(Dataset entries)
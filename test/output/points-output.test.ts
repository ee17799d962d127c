/**
 * The occupied points in the outputs: <stem>.points.csv (one row per point, columns of
 * docs/survey.md), the GeoJSON Points with "kind": "occupation" (the same bytes from both GeoJSON
 * writers, valid by RFC 7946 per @placemarkio/check-geojson, read by GDAL), and summary.json.
 */
import { describe, expect, test } from 'vitest';
import { mkdtempSync, writeFileSync } from 'node:fs';
import { tmpdir } from 'node:os';
import { join } from 'node:path';
import { getIssues } from '@placemarkio/check-geojson';
import { pointsCsv, POINT_COLUMNS } from '../../src/output/points-csv.js';
import { sessionGeoJson, sessionGeoJsonText } from '../../src/output/geojson.js';
import { okEntry } from '../../src/output/summary.js';
import { session } from './fixtures.js';
import { requireGdal, run, SKIP_SYSTEM_TOOLS } from './system-tools.js';

// walk seed 2 (1200 s) stands still three times (0–38 s, 215–303 s, 851–889 s of the truth)
const r = session('walk', 2).result;

type Feature = { geometry: { type: string; coordinates: number[] }; properties: Record<string, unknown> };

describe('occupied points in the outputs', () => {
  test('the walk has occupied points', () => {
    expect(r.survey!.occupations.length).toBeGreaterThanOrEqual(3);
  });
  test('points.csv: a header and one row per occupied point, every column filled', () => {
    const lines = pointsCsv(r).trimEnd().split('\n');
    expect(lines[0]).toBe(POINT_COLUMNS.join(','));
    expect(lines).toHaveLength(r.survey!.occupations.length + 1);
    const row = lines[1]!.split(',');
    expect(row).toHaveLength(POINT_COLUMNS.length);
    expect(row[0]).toBe('P1');
    for (const cell of row) expect(cell).not.toBe('');
    expect(Number(row[POINT_COLUMNS.indexOf('effective_fixes')])).toBeLessThan(Number(row[POINT_COLUMNS.indexOf('fixes')]));
  });
  test('GeoJSON: one Point of kind "occupation" per point; the streamed text is the object tree’s; RFC 7946 valid', () => {
    const text = sessionGeoJsonText(r, { decimals: 7 });
    expect(text).toBe(JSON.stringify(sessionGeoJson(r, { decimals: 7 })) + '\n');
    const fc = JSON.parse(text) as { features: Feature[] };
    const occ = fc.features.filter((f) => f.properties.kind === 'occupation');
    expect(occ).toHaveLength(r.survey!.occupations.length);
    expect(occ[0]!.geometry.type).toBe('Point');
    expect(occ[0]!.properties.id).toBe('P1');
    expect(fc.features.some((f) => f.properties.kind === 'track-segment')).toBe(true);
    expect(getIssues(text)).toEqual([]);
  });
  test('summary.json entry carries the survey products', () => {
    const e = okEntry(r, 'walk-2.csv', [], 0);
    const s = e.survey as { occupations: unknown[]; lengths: Array<{ segment: unknown }> };
    expect(s.occupations).toHaveLength(r.survey!.occupations.length);
    expect(s.lengths.at(-1)!.segment).toBe('track');
  });
});

describe.skipIf(SKIP_SYSTEM_TOOLS)('GDAL reads the occupation Points', () => {
  test('ogrinfo counts every feature, occupations included', () => {
    requireGdal();
    const dir = mkdtempSync(join(tmpdir(), 'hindcast-occ-'));
    const text = sessionGeoJsonText(r, { decimals: 7 });
    const path = join(dir, 'walk.geojson');
    writeFileSync(path, text);
    const n = (JSON.parse(text) as { features: unknown[] }).features.length;
    expect(run('ogrinfo', ['-ro', '-al', '-so', path])).toMatch(new RegExp(`Feature Count: ${n}\\b`));
  });
});

describe('a log without heights', () => {
  test('occupied points without height or sd up; GeoJSON Points with two coordinates; lengths without 3D', async () => {
    const { loadConfig } = await import('../../src/config/load.js');
    const { readFixCsv } = await import('../../src/input/csv-fixes.js');
    const { processSession } = await import('../../src/session/process-session.js');
    const { defaultSpec, scenarioCsv, simulate } = await import('../../src/simulate/scenario.js');
    const cfg = loadConfig();
    const csv = scenarioCsv(simulate(defaultSpec('walk', 2, { durationSec: 400 })), { hdop: false })
      .split('\n')
      .map((l) => l.split(',').slice(0, 3).join(','))
      .join('\n');
    const r2 = processSession(readFixCsv(csv, 'flat.csv', cfg), cfg, 'flat');
    expect(r2.hasHeight).toBe(false);
    const occ = r2.survey!.occupations;
    expect(occ.length).toBeGreaterThan(0);
    expect(Number.isNaN(occ[0]!.heightM)).toBe(true);
    const row = pointsCsv(r2).split('\n')[1]!.split(',');
    expect(row[POINT_COLUMNS.indexOf('height')]).toBe('');
    expect(row[POINT_COLUMNS.indexOf('sd_up_m')]).toBe('');
    const fc = JSON.parse(sessionGeoJsonText(r2, { decimals: 7 })) as { features: Feature[] };
    expect(fc.features.find((f) => f.properties.kind === 'occupation')!.geometry.coordinates).toHaveLength(2);
    const total = r2.survey!.lengths.at(-1)!;
    expect(total.threeDM).toBeNull();
    expect(total.horizontalM!.sd).toBeGreaterThan(0);
  });
});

__Work instruction__:
Search the entries for the word "path", then gather every line that has it.

__Result for this task__:
import { join } from 'node:path';
    const path = join(dir, 'walk.geojson');
    writeFileSync(path, text);
    expect(run('ogrinfo', ['-ro', '-al', '-so', path])).toMatch(new RegExp(`Feature Count: ${n}\\b`));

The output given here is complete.